General Works and Bibliographical Essays
Recent synthetic works on Latin America’s urban history are relatively few, a fact that perhaps reflects the field’s sprawling and fragmented evolution. For the colonial period, Morse 1984 creatively synthesizes the then-extant historiography. Hoberman and Socolow 1986 contains an array of strong social history essays. Gilbert 1994 provides a good undergraduate-level introduction to demographic, spatial, and political history from the mid-20th century to 1990s.

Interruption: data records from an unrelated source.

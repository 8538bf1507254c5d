import math

import numpy as np
import pytest
import scipy.optimize

import groundkit.objective as objective_module
from groundkit.errors import ComponentError, ParameterError, SizeLimitError
from groundkit.objective import Objective
from groundkit.sector.space import Sector
from groundkit.trial_states import UCCSD, ExcitationList, ReferenceDeterminant, UpCCGSD
from tests.outside_references import pyscf_exact, water
from tests.sector.engine_problems import problem


@pytest.fixture(scope="module")
def lih_uccsd():
    return Objective(problem("lih"), UCCSD())


def test_sizes_and_labels(lih_uccsd):
    assert lih_uccsd.n_parameters == 92 == len(lih_uccsd.parameter_labels)
    assert lih_uccsd.parameter_labels[0] == "0a,1a->2a,3a"
    assert "92 parameters" in repr(lih_uccsd) and "225 determinants" in repr(lih_uccsd)


def test_initial_parameters_are_a_fresh_copy(lih_uccsd):
    start = lih_uccsd.initial_parameters()
    start[:] = 1.0
    assert np.all(lih_uccsd.initial_parameters() == 0.0)


def test_reference_energy_and_state(lih_uccsd):
    p = problem("lih")
    zero = np.zeros(lih_uccsd.n_parameters)
    assert abs(lih_uccsd.energy(zero) - p.hf_energy) < 1e-10  # PySCF (reference library) RHF e_tot
    energy, gradient = lih_uccsd.energy_and_gradient(zero)
    assert abs(energy - p.hf_energy) < 1e-10
    assert np.abs(gradient).max() > 1e-3
    assert lih_uccsd.state(zero)[0, 0] == 1.0


def test_energy_and_gradient_agree_with_energy(lih_uccsd):
    theta = np.random.default_rng(4).uniform(-0.5, 0.5, lih_uccsd.n_parameters)
    energy, gradient = lih_uccsd.energy_and_gradient(theta)
    assert abs(energy - lih_uccsd.energy(theta)) < 1e-12
    h = 1e-5
    for k in range(0, lih_uccsd.n_parameters, 9):
        step = np.zeros_like(theta)
        step[k] = h
        numeric = (lih_uccsd.energy(theta + step) - lih_uccsd.energy(theta - step)) / (2 * h)
        assert abs(numeric - gradient[k]) < 1e-6


def test_shared_parameters_sum_their_derivatives():
    p = problem("h4")
    shared, free = Objective(p, UCCSD(spin_adapted=True)), Objective(p, UCCSD())
    theta = np.random.default_rng(8).uniform(-0.4, 0.4, shared.n_parameters)
    angles = shared.plan.angles(theta)
    assert abs(shared.energy(theta) - free.energy(angles)) < 1e-12
    _, g_shared = shared.energy_and_gradient(theta)
    _, g_free = free.energy_and_gradient(angles)
    np.testing.assert_allclose(shared.plan.parameter_gradient(g_free), g_shared, atol=1e-12)


@pytest.mark.parametrize(
    "theta, words",
    [
        (np.zeros(91), r"shape \(91,\); expected 92 values"),
        (np.zeros((2, 46)), r"shape \(2, 46\); expected 92 values"),
        (np.r_[np.zeros(91), np.nan], "parameter 91 is nan; expected 92 finite values"),
        (np.r_[np.inf, np.zeros(91)], "parameter 0 is inf; expected 92 finite values"),
        (["a"] * 92, "not numbers; expected 92 finite values"),
        (None, "expected 92"),
    ],
)
def test_bad_parameters(lih_uccsd, theta, words):
    for call in (lih_uccsd.energy, lih_uccsd.energy_and_gradient, lih_uccsd.state, lih_uccsd.amplitudes):
        with pytest.raises(ParameterError, match=words):
            call(theta)


def test_amplitudes_are_labelled_sorted_and_interleaved():
    p = problem("nh")
    objective = Objective(p, UCCSD())
    theta = np.random.default_rng(1).uniform(-0.3, 0.3, objective.n_parameters)
    amplitudes = objective.amplitudes(theta, threshold=0.0)
    assert len(amplitudes) == 120
    weights = [abs(v) for v in amplitudes.values()]
    assert weights == sorted(weights, reverse=True)
    assert abs(sum(w * w for w in weights) - 1.0) < 1e-12
    sector = Sector(p.n_orbitals, p.n_alpha, p.n_beta)
    signed = objective.state(theta) * sector.interleaved_signs()
    ia, ib = sector.index(0b011111, 0b000111)
    assert amplitudes["222aa0"] == pytest.approx(signed[ia, ib], abs=1e-15)
    assert amplitudes["222aa0"] == pytest.approx(objective.amplitudes(theta)["222aa0"])
    hf = Objective(p, ReferenceDeterminant()).amplitudes([])
    assert list(hf) == ["222aa0"] and abs(hf["222aa0"]) == 1.0


def test_spin_square_of_the_trial_state():
    objective = Objective(problem("oh"), UpCCGSD(k=1))
    assert abs(objective.spin_square(np.zeros(objective.n_parameters)) - 0.75) < 1e-12  # S(S+1) for a doublet
    # equal alpha and beta singles and pair moves commute with S^2; unequal alpha and beta singles do not
    assert abs(objective.spin_square(np.full(objective.n_parameters, 0.3)) - 0.75) < 1e-12
    theta = np.random.default_rng(0).uniform(-0.5, 0.5, objective.n_parameters)
    assert objective.spin_square(theta) > 0.75 + 1e-6


def test_tables_are_built_once(monkeypatch):
    calls = []
    original = objective_module.excitation_tables

    def counting(*args, **kwargs):
        calls.append(1)
        return original(*args, **kwargs)

    monkeypatch.setattr(objective_module, "excitation_tables", counting)
    objective = Objective(problem("h4"), UCCSD())
    theta = np.full(objective.n_parameters, 0.1)
    for _ in range(3):
        objective.energy(theta)
        objective.energy_and_gradient(theta)
    assert len(calls) == 1


def test_not_a_fermionic_trial_state():
    with pytest.raises(ComponentError, match="not a fermionic TrialState"):
        Objective(problem("h2"), "UCCSD")


def test_size_limit():
    with pytest.raises(SizeLimitError, match="225 determinants"):
        Objective(problem("lih"), UCCSD(), max_determinants=100)


def test_excitation_list_energy_matches_the_same_uccsd_parameters():
    p = problem("h2")
    uccsd = Objective(p, UCCSD())
    custom = Objective(p, ExcitationList(list(uccsd.plan.excitations)))
    theta = np.array([0.3, -0.2, 0.1])
    assert abs(uccsd.energy(theta) - custom.energy(theta)) < 1e-14
    # One double on H2/STO-3G spans the two singlet determinants: the minimum is full CI.
    double = Objective(p, ExcitationList([((2, 3), (1, 0))]))
    result = scipy.optimize.minimize_scalar(lambda t: double.energy([t]), bounds=(-math.pi / 2, math.pi / 2),
                                            method="bounded", options={"xatol": 1e-10})
    assert abs(result.fun - (-1.137270174660903)) < 1e-8  # PySCF (reference library) FCI at r = 0.7414 A


def test_groundkit_problem_drives_the_engine(h2o):
    import groundkit as gk

    outside = pyscf_exact(water())  # PySCF RHF and full CI of the test's own water molecule (reference library)
    p = gk.build_problem(h2o)
    objective = Objective(p, UCCSD(init="mp2"))
    hf_energy = Objective(p, ReferenceDeterminant()).energy([])
    assert abs(hf_energy - outside.hf) < 1e-9  # PySCF (reference library) RHF e_tot
    assert abs(hf_energy - p.scf_energy) < 1e-9  # internal consistency
    result = scipy.optimize.minimize(objective.energy_and_gradient, objective.initial_parameters(), jac=True,
                                     method="BFGS")
    assert result.success
    assert 0 <= result.fun - outside.exact < 1.6e-3  # PySCF FCI; chemical accuracy: common practice, no single source
    assert outside.exact - outside.hf < -0.04  # PySCF: 50 mHa of correlation, far above the tolerance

Modernists may garner the most from successive generations of historiographical essays: Scobie 1986, a contribution on demographic and social history; de Oliveira and Roberts 1994, an essay on the impact of mass urbanization and industrialization on urban social structures; Armus and Lear 1998, a brief but sweeping piece on Latin America’s urban historiography; and Rosenthal 2000, an intelligent reflection on public space in Latin American urban historiography. Almandoz Marte 2008 returns to the tradition of Richard Morse, providing a sweeping overview of Latin American intellectual production with its own historiographical compass.
Almandoz Marte, Arturo. Entre libros de historia urbana: Para una historiografia de la ciudad y del urbanismo en América Latina. Caracas, Venezuela: Equinoccio-Universidad Simón Bolívar, 2008.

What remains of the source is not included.